El Teatro del Pueblo, recuperado para la dramaturgia argentina, estrenó un ciclo de homenaje a Teatro Abierto, organizado por los integrantes de la Fundación Carlos Somigliana (Somi), muchos de ellos sobrevivientes del aquel grupo gestor de la idea.

"Príncipe azul", de Eugenio Griffero, (presentada en el ciclo 1982) es la elegida para iniciar el ciclo, que cuenta con la interpretación del elenco que la estrenó: Jorge Rivera López y Villanueva Cosse, dirigidos por Omar Grasso.

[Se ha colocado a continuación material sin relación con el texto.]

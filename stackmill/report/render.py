"""Rows to text: for machines (JSON, CSV) and for people (plain and Markdown tables).

Machine output keeps full precision, null for none, and never NaN.
"""

from __future__ import annotations

import csv
import io
import json
import math
from collections.abc import Mapping, Sequence
from typing import Any

from tabulate import tabulate

from stackmill.frozen import frozen

SCHEMA_VERSION = 1

_ASCII = {
    "±": "+/-",
    "–": "-",
    "—": "-",
    "·": ".",
    "°": " deg",
    "²": "2",
    "µ": "u",
    "μ": "u",
    "×": "x",
    "≥": ">=",
    "│": "|",
    "─": "-",
    "…": "...",
}


@frozen
class Paper:
    """What is written on: its width in characters, and whether only ASCII may be used."""

    width: int = 80
    ascii: bool = False

    def plain(self, text: str) -> str:
        """The text as this paper can show it."""
        if not self.ascii:
            return text
        for fancy, simple in _ASCII.items():
            text = text.replace(fancy, simple)
        return text.encode("ascii", "replace").decode("ascii")


@frozen
class Grid:
    """A table for people: headers and cells, all text; numeric columns are aligned right."""

    headers: Sequence[str]
    rows: Sequence[Sequence[str]]
    right: frozenset[int] = frozenset()

    def text(self, style: str = "simple", width: int = 0) -> str:
        """The table in a style of tabulate's: `simple` with a rule under the headers, or `github`.

        width: fold the last column so that a simple table fits; 0: leave it as wide as it is.
        """
        align = ["right" if k in self.right else "left" for k in range(len(self.headers))]
        if style == "github":
            headers = [header.replace("\n", " ") for header in self.headers]
            cells = [[cell.replace("|", "\\|") for cell in row] for row in self.rows]
            return tabulate(cells, headers, tablefmt="github", disable_numparse=True, colalign=align)
        rows = self._folded(width) if width and self.rows else self.rows
        return tabulate(list(rows), list(self.headers), tablefmt="simple", disable_numparse=True, colalign=align)

    def _folded(self, width: int) -> list[list[str]]:
        import textwrap

        used = 0
        for column, header in zip(list(zip(*self.rows, strict=True))[:-1], self.headers, strict=False):
            cells = max(len(line) for cell in column for line in cell.split("\n"))
            used += 2 + max(cells, *(len(line) + 2 for line in header.split("\n")))  # tabulate pads headers by two
        room = max(width - used, len(self.headers[-1]), 16)
        return [[*row[:-1], "\n".join(textwrap.wrap(row[-1], room)) or ""] for row in self.rows]


def json_text(rows: Sequence[Mapping[str, Any]], envelope: Mapping[str, Any], paper: Paper) -> str:
    """Machine output: the envelope's fields, then `rows`."""
    from stackmill import __version__

    document = {
        "schema_version": SCHEMA_VERSION,
        "stackmill_version": __version__,
        **envelope,
        "rows": list(rows),
    }
    return json.dumps(_finite(document), indent=2, ensure_ascii=paper.ascii, allow_nan=False)


def csv_text(rows: Sequence[Mapping[str, Any]], names: Sequence[str], paper: Paper) -> str:
    """The rows as CSV with a header line; empty for none."""
    out = io.StringIO()
    writer = csv.DictWriter(out, fieldnames=list(names), lineterminator="\n", extrasaction="ignore")
    writer.writeheader()
    writer.writerows(_finite(list(rows)))
    return paper.plain(out.getvalue().rstrip("\n"))


def _finite(value: Any) -> Any:
    """The same value with None where a number is not finite."""
    if isinstance(value, float):
        return value if math.isfinite(value) else None
    if isinstance(value, Mapping):
        return {key: _finite(item) for key, item in value.items()}
    if isinstance(value, Sequence) and not isinstance(value, str):
        return [_finite(item) for item in value]
    return value


def wrapped(text: str, width: int, indent: str = "") -> str:
    """A paragraph wrapped to a width, later lines indented."""
    import textwrap

    return textwrap.fill(text, width, subsequent_indent=indent, break_long_words=False, break_on_hyphens=False)
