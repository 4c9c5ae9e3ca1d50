"""Milling rates on paper."""

from __future__ import annotations

from collections.abc import Sequence
from dataclasses import asdict
from typing import Any

from stackmill.jobs import Job
from stackmill.planning.rates import RateRow
from stackmill.report.render import Grid, Paper, csv_text, json_text, wrapped
from stackmill.report.trail import why_rates
from stackmill.report.words import energy

ROW_NAMES = (
    "material",
    "energy_ev",
    "incidence_deg",
    "current_density_ma_per_cm2",
    "yield_atoms_per_ion",
    "rate_nm_per_min",
    "rate_rel_sd",
    "source",
    "step",
)


def machine_rows(rows: Sequence[RateRow]) -> list[dict[str, Any]]:
    """One dict a row, by the names that others build on."""
    return [{name: asdict(row)[name] for name in ROW_NAMES} for row in rows]


def as_json(job: Job, rows: Sequence[RateRow], warnings: Sequence[str]) -> str:
    """The rates for machines."""
    return json_text(machine_rows(rows), {"inputs_sha256": job.inputs_sha256, "seed": None, "warnings": list(warnings)})


def as_csv(rows: Sequence[RateRow]) -> str:
    """The rates as CSV."""
    return csv_text(machine_rows(rows), ROW_NAMES)


def as_text(job: Job, rows: Sequence[RateRow], paper: Paper, *, markdown: bool, why: bool) -> str:
    """The rates for people, one table a step."""
    parts = [wrapped(f"Mill: {job.mill.title}", paper.width)]
    for step in dict.fromkeys(row.step for row in rows):
        of_step = [row for row in rows if row.step == step]
        first = of_step[0]
        parts.append(
            f"{step}: {energy(first.energy_ev)}, {first.incidence_deg:.4g}° from the normal,"
            f" {first.current_density_ma_per_cm2:.4g} mA/cm²"
        )
        cells = [
            [
                r.material,
                f"{r.yield_atoms_per_ion:.3g}",
                f"{r.rate_nm_per_min:.3g}",
                f"± {100 * r.rate_rel_sd:.2g} %",
                r.source,
            ]
            for r in of_step
        ]
        headers = ["material", "atoms/ion", "nm/min", "sd", "rests on"]
        parts.append(Grid(headers, cells, frozenset({1, 2, 3})).text("github" if markdown else "simple"))
    if why:
        parts.append(why_rates(job))
    return paper.plain("\n\n".join(parts))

A través de este homenaje se revive una época donde el teatro argentino, que, como muchas otras de la historia argentina, también tuvo su lado oscuro, salpicado de cenizas.

Al principio estuvo el fuego

El 6 de agosto de 1981, en una noticia de último momento LA NACION informó del voraz incendio que destruyó totalmente el Teatro del Picadero, ubicado en el Pasaje Rauch 1847.

En ese momento se estaba realizando el ciclo de Teatro Abierto y no fueron pocos los que sospecharon que ese siniestro había sido provocado para ahogar un movimiento que había reunido a toda la gente del quehacer artístico para demostrar la vigencia y la vitalidad del teatro nacional.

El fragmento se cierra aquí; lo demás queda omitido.